-------- DATASET ENTRIES --------

"""From a thermogram to a corrected temperature change with its uncertainty budget.

:func:`reduce_thermogram` finds the events (``events``), fits the drift (``drift``), applies every
correction (``correction``) and builds the budget (``uncertainty``).

Automatic method choice (``method="auto"``), stated criterion: of the methods whose assumptions the
data support, the one with the smallest standard uncertainty (budget without the method spread).
Regnault–Pfaundler always qualifies (it assumes only Newtonian exchange, nothing about the shape
of the release). The Newton-model fit qualifies when it describes the main period within the noise
(RMS residual there ≤ 2× the drift-period noise, resolution and 1 µK floor); it then uses the
whole curve and is often more precise. The Dickinson forms are reported and, equal-area,
enter the method spread; they are chosen only on request.

Long logs are averaged in blocks down to ``MAX_POINTS`` points first (block means keep the time
integral and the drift fits are unchanged in expectation), so the work is O(n) and small.
"""

from __future__ import annotations

import math
from dataclasses import dataclass, field

import numpy as np

from heatlog.errors import ReductionError
from heatlog.gum import Budget, Component
from heatlog.reduce.correction import (
    METHODS,
    NewtonFit,
    dickinson,
    dickinson_60,
    main_period,
    newton_fit,
    regnault_pfaundler,
    trapezoid_weights,
)
from heatlog.reduce.drift import DriftChoice, DriftFit, fit_drift
from heatlog.reduce.events import (
    MIN_PERIOD_POINTS,
    MIN_PERIOD_S,
    Event,
    detect_events,
    reading_noise,
)
from heatlog.reduce.sampling import block_means
from heatlog.reduce.uncertainty import delta_t_budget, resolution_u
from heatlog.thermogram import Thermogram

MAX_POINTS = 4000
MAX_PERIOD_POINTS = 800  # drift fits: block means beyond this many readings per period
NEWTON_RMS_FACTOR = 2.0


@dataclass(frozen=True)
class MethodResult:
    name: str
    delta_t_K: float
    applicable: bool
    note: str = ""

    def to_dict(self) -> dict[str, object]:
        return dict(self.__dict__)


@dataclass(frozen=True, eq=False)
class Reduction:
    """The result of :func:`reduce_thermogram`. ``delta_t_K`` is signed (negative: cooling)."""

    delta_t_K: float
    u_delta_t_K: float
    budget: Budget
    method: str
    method_reason: str
    methods: dict[str, MethodResult]
    event_start_s: float
    after_start_s: float
    fore_start_s: float
    after_end_s: float
    events: tuple[Event, ...]
    event_index: int | None
    drift: DriftFit
    drift_reason: str
    naive_delta_t_K: float
    noise_K: float
    resolution_K: float
    newton: NewtonFit | None = None
    notes: tuple[str, ...] = field(default_factory=tuple)

    @property
    def U_delta_t_K(self) -> float:  # noqa: N802 - the GUM symbol
        return self.budget.expanded

    @property
    def k_per_s(self) -> float:
        return self.drift.k_per_s

    @property
    def t_inf_C(self) -> float:
        return self.drift.t_inf_C

    def to_dict(self) -> dict[str, object]:
        drift = self.drift.to_dict()
        drift["reason"] = self.drift_reason
        return {
            "delta_t_K": self.delta_t_K,
            "u_delta_t_K": self.u_delta_t_K,
            "U_delta_t_K": self.U_delta_t_K,
            "k_coverage": self.budget.k,
            "coverage_factor": self.budget.k,  # the key every U_* sits beside (one convention)
            "method": self.method,
            "method_reason": self.method_reason,
            "methods": {k: v.delta_t_K for k, v in self.methods.items()},
            "methods_detail": {k: v.to_dict() for k, v in self.methods.items()},
            "event_index": self.event_index,
            "event_start_s": self.event_start_s,
            "after_start_s": self.after_start_s,
            "fore_start_s": self.fore_start_s,
            "after_end_s": self.after_end_s,
            "drift": drift,
            "naive_delta_t_K": self.naive_delta_t_K,
            "noise_K": self.noise_K,
            "resolution_K": self.resolution_K,
            "newton_fit": None if self.newton is None else self.newton.to_dict(),
            "budget": self.budget.to_dict(),
            "events": [e.to_dict() for e in self.events],
            "notes": list(self.notes),
        }


def detect_resolution(y: np.ndarray) -> float:
    """The reading step if the readings sit on a grid (ADC counts, printed decimals), else 0."""
    sample = y[:20000]
    u = np.unique(sample)
    if u.size < 3 or u.size > sample.size // 2:
        return 0.0
    q = float(np.min(np.diff(u)))
    if q <= 0:
        return 0.0
    steps = (u - u[0]) / q
    return q if np.allclose(steps, np.round(steps), atol=1e-3) else 0.0


def _period_check(t: np.ndarray, lo: float, hi: float, what: str, advice: str) -> None:
    n = int(np.count_nonzero((t >= lo) & (t <= hi)))
    length = hi - lo
    if length < MIN_PERIOD_S or n < MIN_PERIOD_POINTS:
        span = (
            f"{lo:.0f} s to {hi:.0f} s" if hi > lo else f"would run from {lo:.0f} s to {hi:.0f} s"
        )
        raise ReductionError(
            f"the {what} ({span}) lasts {max(length, 0):.0f} s with {n} readings; it needs at "
            f"least {MIN_PERIOD_S:.0f} s and {MIN_PERIOD_POINTS} readings: {advice}"
        )


@dataclass(frozen=True, eq=False)
class _Pass:
    choice: DriftChoice
    values: dict[str, float]
    main_t: np.ndarray
    block_fore: int
    block_after: int


def _one_pass(t, y, lo, t0, ta, hi, drift_model: str) -> _Pass:
    fm = (t >= lo) & (t <= t0)
    am = (t >= ta) & (t <= hi)
    ft, fy, bf = block_means(t[fm], y[fm], MAX_PERIOD_POINTS)
    at, ay, ba = block_means(t[am], y[am], MAX_PERIOD_POINTS)
    choice = fit_drift(ft, fy, at, ay, drift_model)
    fit = choice.chosen
    mp = main_period(t, y, fit, t0, ta)
    values = {
        "regnault-pfaundler": regnault_pfaundler(mp, fit),
        "dickinson": dickinson(mp, fit)[0],
        "dickinson-60": dickinson_60(mp, fit)[0],
    }
    return _Pass(choice, values, mp.t, bf, ba)


def reduce_thermogram(
    thermogram: Thermogram,
    *,
    method: str = "auto",
    event_index: int = 0,
    event_start_s: float | None = None,
    after_start_s: float | None = None,
    resolution_K: float | None = None,
    drift_model: str = "auto",
) -> Reduction:
    """Corrected, signed temperature change of one event with its GUM budget.

    ``event_index`` selects among detected events (time order). ``event_start_s`` and
    ``after_start_s`` override the detected boundaries. ``resolution_K`` is the reading step
    (ADC/probe resolution); ``None`` takes it from the data when the readings sit on a grid.
    Raises :class:`ReductionError` when no event is found or a period is too short.
    """
    if method != "auto" and method not in METHODS:
        raise ReductionError(f"unknown method {method!r}; use auto or one of {', '.join(METHODS)}")
    t_raw, y_raw = thermogram.time_s, thermogram.temp_C
    t, y, _ = block_means(t_raw, y_raw, MAX_POINTS)
    q = detect_resolution(y_raw) if resolution_K is None else float(resolution_K)
    if q < 0 or not math.isfinite(q):
        raise ReductionError("the resolution must be a step of zero or more kelvin")
    noise = reading_noise(y)
    events, rr = detect_events(t, y, noise_K=noise, resolution_K=q)

    notes: list[str] = []
    ev: Event | None = None
    chosen_index: int | None = None
    if event_start_s is None or after_start_s is None:
        if not events:
            raise ReductionError(
                "no event found: the temperature never leaves its steady drift by more than the "
                "noise; check the file and columns, or give --event-start and --after-start"
            )
        if not 0 <= event_index < len(events):
            raise ReductionError(
                f"event {event_index} does not exist; {len(events)} event(s) found "
                f"(numbered 0 to {len(events) - 1})"
            )
        ev = events[event_index]
        chosen_index = event_index
    t0 = float(event_start_s) if event_start_s is not None else ev.start_s  # type: ignore[union-attr]
    ta = float(after_start_s) if after_start_s is not None else ev.after_start_s  # type: ignore[union-attr]
    if ta <= t0:
        raise ReductionError(
            f"the after-period start ({ta:g} s) must come after the event start ({t0:g} s)"
        )
    before = [e for e in events if e.after_start_s <= t0 and e is not ev]
    after = [e for e in events if e.start_s >= ta and e is not ev]
    lo = before[-1].after_start_s if before else float(t[0])
    hi = after[0].start_s if after else float(t[-1])
    _period_check(
        t,
        lo,
        t0,
        "fore-period",
        "start logging earlier before the event, or give --event-start",
    )
    _period_check(
        t,
        ta,
        hi,
        "after-period",
        "keep logging longer after the event (until the drift is steady again), "
        "or give --after-start",
    )

    base = _one_pass(t, y, lo, t0, ta, hi, drift_model)
    fit = base.choice.chosen
    mp = main_period(t, y, fit, t0, ta)

    tau = ev.tail_s if ev is not None else 60.0
    onset = ev.onset_s if ev is not None else t0
    newton = newton_fit(
        t,
        y,
        fit,
        t0,
        ta,
        guess_delta=base.values["regnault-pfaundler"],
        guess_start=max(t0, onset - 2 * rr.step_s),
        guess_tau=tau,
    )
    ref_noise = max(fit.sigma_fore, fit.sigma_after, q / math.sqrt(12.0), 1e-6)
    newton_ok = (
        newton.converged
        and math.isfinite(newton.delta_t_K)
        and newton.rms_main_K <= NEWTON_RMS_FACTOR * ref_noise
    )
    values = dict(base.values)
    values["newton"] = newton.delta_t_K
    methods = {
        "regnault-pfaundler": MethodResult(
            "regnault-pfaundler", values["regnault-pfaundler"], True, "ISO 1928 Annex C form"
        ),
        "dickinson": MethodResult(
            "dickinson", values["dickinson"], True, "equal-area extrapolation time"
        ),
        "dickinson-60": MethodResult(
            "dickinson-60",
            values["dickinson-60"],
            True,
            "60 % rule, ASTM D240/D5865; approximation, not in the spread",
        ),
        "newton": MethodResult(
            "newton",
            values["newton"],
            newton_ok,
            f"main-period RMS residual {newton.rms_main_K:.3g} K vs noise {ref_noise:.3g} K",
        ),
    }

    nf, na = fit.fore_t.size, fit.after_t.size
    funcs = {
        "regnault-pfaundler": lambda f: regnault_pfaundler(main_period(t, y, f, t0, ta), f),
        "dickinson": lambda f: dickinson(main_period(t, y, f, t0, ta), f)[0],
        "dickinson-60": lambda f: dickinson_60(main_period(t, y, f, t0, ta), f)[0],
    }
    levels = [
        int(np.unique(y[(t >= lo) & (t <= t0)]).size),
        int(np.unique(y[(t >= ta) & (t <= hi)]).size),
    ]
    u_res = resolution_u(q, noise, levels)

    def parts(name: str) -> tuple[float, float, float, list[Component]]:
        """Fore, after and main-noise uncertainty and extra components of one method."""
        if name == "newton":
            comp = Component(
                "Newton-model fit",
                0.0,
                newton.u_delta_t_K,
                1.0,
                "K",
                max(fit.n - 7, 1),
                "A",
                "covariance of the whole-curve fit",
            )
            return 0.0, 0.0, 0.0, [comp]
        u_f, u_a, _ = fit.u_of(funcs[name])
        # per-reading noise: the drift periods may have been fitted on block means
        sigma_main = max(
            fit.sigma_fore * math.sqrt(base.block_fore),
            fit.sigma_after * math.sqrt(base.block_after),
        )
        w = trapezoid_weights(mp.t)[1:-1]
        u_n = abs(fit.k_per_s) * sigma_main * float(np.sqrt(np.sum(w**2)))
        return u_f, u_a, (u_n if math.isfinite(u_n) else 0.0), []

    # boundaries: main-period start earlier, after-period start later
    shift0 = max(rr.window_s / 2, 30.0)
    shift1 = max(2 * tau, 30.0)
    alternatives = []
    for d0, d1 in ((shift0, 0.0), (0.0, shift1), (shift0, shift1)):
        a0, a1 = t0 - d0, ta + d1
        try:
            _period_check(t, lo, a0, "fore-period", "")
            _period_check(t, a1, hi, "after-period", "")
        except ReductionError:
            continue
        alternatives.append(_one_pass(t, y, lo, a0, a1, hi, fit.model).values)
    if not alternatives:
        notes.append("periods too short to vary the boundaries; boundary component omitted")

    def boundary_spread(name: str) -> float:
        ref = name if name != "newton" else "regnault-pfaundler"
        return max((abs(a[ref] - base.values[ref]) for a in alternatives), default=0.0)

    def u_without_spread(name: str) -> float:
        u_f, u_a, u_n, extra = parts(name)
        b = boundary_spread(name) / math.sqrt(3.0)
        return math.sqrt(u_f**2 + u_a**2 + u_n**2 + b**2 + u_res**2 + sum(c.u**2 for c in extra))

    if method == "auto":
        u_rp = u_without_spread("regnault-pfaundler")
        u_nt = u_without_spread("newton") if newton_ok else math.inf
        if u_nt < u_rp:
            chosen = "newton"
            reason = (
                f"the Newton-model fit matches the main period within the noise and is more "
                f"precise (u {u_nt:.2g} K vs {u_rp:.2g} K for Regnault–Pfaundler)"
            )
        else:
            chosen = "regnault-pfaundler"
            reason = "Regnault–Pfaundler needs only Newtonian exchange; " + (
                f"it is at least as precise as the Newton fit (u {u_rp:.2g} K vs {u_nt:.2g} K)"
                if newton_ok
                else "the Newton-model fit does not match the main period within the noise"
            )
    else:
        chosen = method
        reason = "requested"
        if method == "newton" and not newton_ok:
            notes.append("the Newton-model fit does not describe the main period within the noise")
    value = values[chosen]
    if not math.isfinite(value):
        raise ReductionError(
            f"the {chosen} method failed on this log; try --method regnault-pfaundler"
        )

    others = ["regnault-pfaundler", "dickinson"] + (["newton"] if newton_ok else [])
    if chosen == "dickinson-60":
        others = ["regnault-pfaundler"]
    method_spread = max((abs(values[m] - value) for m in others if m != chosen), default=0.0)
    u_fore, u_after, u_noise, extra = parts(chosen)
    budget = delta_t_budget(
        value=value,
        u_fore=u_fore,
        u_after=u_after,
        dof_fore=max(nf - 2, 1),
        dof_after=max(na - 2, 1),
        u_noise=u_noise,
        u_resolution=u_res,
        boundary_spread=boundary_spread(chosen),
        method_spread=method_spread,
        method=chosen,
        extra=extra,
    )

    # naive: extreme reading after the start minus the reading at the start
    i0 = min(int(np.searchsorted(t_raw, t0)), t_raw.size - 1)
    i1 = max(int(np.searchsorted(t_raw, hi, side="right")), i0 + 1)
    window = y_raw[i0:i1]
    naive = float((window.max() if value >= 0 else window.min()) - y_raw[i0])

    if fit.model == "newtonian" and fit.k_per_s < 0:
        notes.append("fitted exchange constant is negative: the drift is not Newtonian")
    return Reduction(
        delta_t_K=float(value),
        u_delta_t_K=budget.u,
        budget=budget,
        method=chosen,
        method_reason=reason,
        methods=methods,
        event_start_s=t0,
        after_start_s=ta,
        fore_start_s=lo,
        after_end_s=hi,
        events=events,
        event_index=chosen_index,
        drift=fit,
        drift_reason=base.choice.criterion,
        naive_delta_t_K=naive,
        noise_K=noise,
        resolution_K=q,
        newton=newton,
        notes=tuple(notes),
    )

--------

__WORK INSTRUCTIONS__
If a line contains the word "this", it counts; say how many such lines there are in the data above, and nothing else.

__TASK ANSWER__
2